Publication date: Available online 17 February 2018
Source:Hearing Research
Author(s): Melissa J. Polonenko, Blake C. Papsin, Karen A. Gordon
This longitudinal study aimed to identify auditory plasticity promoted by a cochlear implant in children with asymmetric hearing loss. Participants included 10 children who experienced (mean ± SD) 3.1 ± 3.6 years of asymmetric hearing (difference of 47.2 ± 47.6 dB) before receiving an implant at age 8.7 ± 5.1 years. Multi-channel electroencephalography was measured at initial implant use (5.8 ± 3.2 days) and after 10.2 ± 4.1 months in each child. Monaurally presented stimuli consisted of 36 ms trains of 9 acoustic clicks/biphasic electric pulses at a rate of 250 Hz, repeated at 1 Hz.

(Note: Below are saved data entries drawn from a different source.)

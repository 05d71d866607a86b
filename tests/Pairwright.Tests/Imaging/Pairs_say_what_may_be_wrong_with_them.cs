using Pairwright.Geometry;
using Pairwright.Imaging;
using Xunit;

namespace Pairwright.Tests.Imaging;

public class Pairs_say_what_may_be_wrong_with_them
{
    private static readonly PictureSize Size = new(64, 48);

    [Fact]
    public void Two_like_pictures_raise_no_warning()
    {
        Assert.Empty(new StereoPair(Wave(0.5, 1), Wave(0.5, 1)).Warnings);
    }

    [SkippableFact]
    public void Real_board_captures_are_like_each_other_but_for_a_little_glare()
    {
        Assert.All(
            StereoPair.ReadFolder(OpenData.Boards).SelectMany(pair => pair.Warnings),
            warning => Assert.Contains("saturated", warning));
    }

    [Fact]
    public void Different_exposures_are_told_with_their_ratio_whatever_the_bits()
    {
        var warning = Assert.Single(new StereoPair(Wave(0.6, 1), Wave(0.3, 0.5)).Warnings);

        Assert.Contains("60.0%", warning);
        Assert.Contains("30.0%", warning);
        Assert.Contains("2.00", warning);
    }

    [Fact]
    public void Saturated_pixels_are_told_with_their_share()
    {
        var warning = Assert.Single(new StereoPair(Wave(0.5, 1), Wave(0.5, 1, saturated: 0.05)).Warnings);

        Assert.Contains("right", warning);
        Assert.Contains("5.2%", warning); // 10 of 192 blocks
    }

    [Fact]
    public void A_blurred_picture_is_told_from_a_sharp_one_whatever_its_gain()
    {
        var sharp = Wave(0.5, 1, period: 6);
        var soft = Wave(0.5, 0.6, period: 12);

        var warning = Assert.Single(new StereoPair(sharp, soft).Warnings);

        Assert.Contains("right picture is the softer", warning);
    }

    // A sine of period p has a gradient of 2π/p over its own amplitude, by central differences sin(2π/p).
    [Fact]
    public void The_sharpness_of_a_sine_is_that_of_its_central_difference()
    {
        Assert.Equal(Math.Sin(Math.Tau / 8), Wave(0.5, 1, period: 8).Sharpness, 0.01); // the outermost pixels have no central difference
    }

    [Fact]
    public void Figures_are_those_of_the_usable_pixels()
    {
        ushort[] levels = [10, 20, 255, 30, 40, 255];
        var picture = new Picture(new(3, 2), levels, usable: new(new(3, 2), [true, true, false, true, true, false]));

        Assert.Equal(25, picture.MeanLevel);
        Assert.Equal(Math.Sqrt(125), picture.Contrast, 12);
        Assert.Equal(0, picture.SaturatedShare);
        Assert.Equal(1 / 3.0, picture.WithUsable(null).SaturatedShare, 12);
        Assert.True(double.IsNaN(picture.WithUsable(new(new(3, 2), new bool[6])).MeanLevel));
    }

    [Fact]
    public void What_was_noticed_on_reading_is_told_by_the_pair()
    {
        using var folder = new TestFolder();
        folder.Write("left_1.pgm", "P5\n2 1\n65535\n\0\u0001\0\u0002");
        folder.Write("right_1.pgm", "P5\n2 1\n65535\n\0\u0001\0\u0002");

        Assert.Equal(16, StereoPair.ReadFolder(folder.Root)[0].Left.SignificantBits);
        Assert.Empty(StereoPair.ReadFolder(folder.Root)[0].Left.ReadingWarnings); // the file states its largest level
    }

    private static Picture Wave(double mean, double gain, double period = 8, double saturated = 0)
    {
        var levels = new ushort[Size.Area];
        var blocks = (int)(saturated * 192 + 0.5);
        for (var i = 0; i < levels.Length; i++)
        {
            var (u, v) = (i % Size.Width, i / Size.Width);
            var inBlock = v / 4 * 16 + u / 4 < blocks;
            levels[i] = (ushort)(inBlock ? 4095 : Math.Round(4095 * mean + 800 * gain * Math.Sin((u + 0.25) * Math.Tau / period)));
        }

        return new(Size, levels, 12);
    }
}
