using System.Buffers.Binary;
using System.Text;
using OpenCvSharp;
using Pairwright.Geometry;
using Pairwright.Imaging;
using Xunit;

namespace Pairwright.Tests.Imaging;

public class Maps_survive_their_files
{
    private static readonly ScalarMap Map = new(new(3, 2), [1.5f, -2.25f, float.NaN, 1e-20f, 3.4e38f, 0f]);

    [Theory]
    [InlineData("map.pfm")]
    [InlineData("map.tif")]
    [InlineData("map.TIFF")]
    public void Floating_point_files_are_exact_with_no_value_as_NaN(string name)
    {
        using var folder = new TestFolder();
        MapFile.Write(Map, folder.Path(name));

        var back = MapFile.Read(folder.Path(name));

        Assert.Equal(Map.Size, back.Size);
        Assert.Equal(Map.Values.ToArray(), back.Values.ToArray());
    }

    // Source: netpbm's manual page pfm(5) for the header and the byte orders; bottom row first as OpenCV has it, checked below.
    [Theory]
    [InlineData(true)]
    [InlineData(false)]
    public void A_portable_float_map_typed_byte_by_byte_is_read_in_both_byte_orders(bool littleEndian)
    {
        using var folder = new TestFolder();
        float[] bottomFirst = [3, 4, 1, 2];
        var body = new byte[16];
        for (var i = 0; i < 4; i++)
        {
            var place = body.AsSpan(4 * i);
            if (littleEndian)
            {
                BinaryPrimitives.WriteSingleLittleEndian(place, bottomFirst[i]);
            }
            else
            {
                BinaryPrimitives.WriteSingleBigEndian(place, bottomFirst[i]);
            }
        }

        var path = folder.Write("typed.pfm", [.. Encoding.ASCII.GetBytes($"Pf\n2 2\n{(littleEndian ? "-" : "")}0.5\n"), .. body]);

        Assert.Equal([1f, 2, 3, 4], MapFile.Read(path).Values.ToArray());
    }

    [Theory]
    [InlineData(true)]
    [InlineData(false)]
    public void Both_byte_orders_are_written_alike(bool littleEndian)
    {
        Assert.Equal(Map.Values.ToArray(), PfmFormat.Decode(PfmFormat.Encode(Map, littleEndian), "map.pfm").Values.ToArray());
    }

    // Source: OpenCV's own reader of the same files.
    [Theory]
    [InlineData("map.pfm")]
    [InlineData("map.tif")]
    public void OpenCV_reads_the_same_numbers(string name)
    {
        using var folder = new TestFolder();
        MapFile.Write(Map, folder.Path(name));

        using var seen = Cv2.ImRead(folder.Path(name), ImreadModes.Unchanged);

        Assert.Equal(MatType.CV_32FC1, seen.Type());
        Assert.Equal(Map.Values.ToArray(), seen.AsSpan<float>().ToArray());
    }

    [Fact]
    public void A_sixteen_bit_png_holds_value_times_factor_and_zero_for_no_value()
    {
        using var folder = new TestFolder();
        MapFile.Write(new(new(3, 1), [1.25f, float.NaN, 100.001f]), folder.Path("map.png"), pngFactor: 256);

        using var seen = Cv2.ImRead(folder.Path("map.png"), ImreadModes.Unchanged);
        var back = MapFile.Read(folder.Path("map.png"), pngFactor: 256);

        Assert.Equal([320, 0, 25600], seen.AsSpan<ushort>().ToArray().Select(level => (int)level));
        Assert.Equal([1.25f, float.NaN, 100f], back.Values.ToArray());
    }

    [Theory]
    [InlineData(-1f)]
    [InlineData(0f)]
    [InlineData(0.001f)]
    [InlineData(256.1f)]
    [InlineData(float.PositiveInfinity)]
    public void A_value_that_does_not_fit_into_a_png_is_refused_and_leaves_no_file(float value)
    {
        using var folder = new TestFolder();

        var message = Assert.Throws<UserErrorException>(() => MapFile.Write(new(new(2, 1), [5, value]), folder.Path("map.png"))).Message;

        Assert.Contains("map.png", message);
        Assert.Contains("column 1 of row 0", message);
        Assert.Empty(Directory.GetFiles(folder.Root));
    }

    // Source: the Aloe pair's true disparity in Debian's package opencv-doc: 8 bits, whole pixels at the stored size, 0 for none.
    [SkippableFact]
    public void A_published_true_disparity_is_read_with_its_holes()
    {
        var truth = MapFile.Read(OpenData.Find("aloe/aloeGT.png"), pngFactor: 1);

        Assert.Equal(new PictureSize(1282, 1110), truth.Size);
        Assert.InRange(truth.ValidShare, 0.8, 0.999);
    }

    [Fact]
    public void Infinity_in_a_portable_float_map_means_no_value()
    {
        var encoded = PfmFormat.Encode(new(new(1, 1), [float.PositiveInfinity]));
        Assert.True(float.IsNaN(PfmFormat.Decode(encoded, "map.pfm")[0, 0]));
    }

    [Theory]
    [InlineData("map.pfm", "Pf\n2 2\n-1\nabc", "cut short")]
    [InlineData("map.pfm", "PF\n2 2\n-1\nabc", "three channels")]
    [InlineData("map.pfm", "Pf\n40000 40000\n-1\n", "40000 × 40000")]
    [InlineData("map.pfm", "Pf\n2 two\n-1\n", "header")]
    [InlineData("map.pfm", "a text", "header")]
    [InlineData("map.tif", "a text", "text file")]
    [InlineData("map.png", "a text", "text file")]
    [InlineData("map.xyz", "a text", ".pfm")]
    public void A_broken_map_is_refused_by_name(string name, string content, string reason)
    {
        using var folder = new TestFolder();
        var path = folder.Write(name, content);

        var message = Assert.Throws<UserErrorException>(() => MapFile.Read(path)).Message;

        Assert.Contains(path, message);
        Assert.Contains(reason, message);
    }

    [Fact]
    public void A_colour_picture_and_a_picture_of_levels_are_no_maps()
    {
        using var folder = new TestFolder();
        Patterns.Picture(4, 4, colour: true).WritePng(folder.Path("colour.png"));
        folder.Write("levels.tif", Patterns.Tiff(2, 2, 8, new byte[4]));

        Assert.Contains("colour.png", Assert.Throws<UserErrorException>(() => MapFile.Read(folder.Path("colour.png"))).Message);
        Assert.Contains("levels.tif", Assert.Throws<UserErrorException>(() => MapFile.Read(folder.Path("levels.tif"))).Message);
    }
}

The time-restricted artifact and coherent source suppression (TRACS) beamformer was used to locate sources underlying peak amplitudes of cortical responses. Results indicated consistent activity from the non-implanted ear but significant implant-driven changes to the auditory cortices. Initially, the newly implanted ear evoked activity which strongly lateralized to the ipsilateral auditory cortex and contributed to a significant aural preference for implant stimulation in children with limited acoustic experience pre-implantation. Cochlear implant use reversed these abnormalities, but the resolution was limited in children with longer periods of asymmetric hearing. These findings suggest that early implantation of children with asymmetric hearing rapidly restores hemispheric representations of bilateral auditory input in the auditory cortex. Most recorded changes were isolated to pathways stimulated by the cochlear implant, potentially reflecting an abnormal independence of the bilateral pathways with possible consequences for binaural integration in these bimodal listeners.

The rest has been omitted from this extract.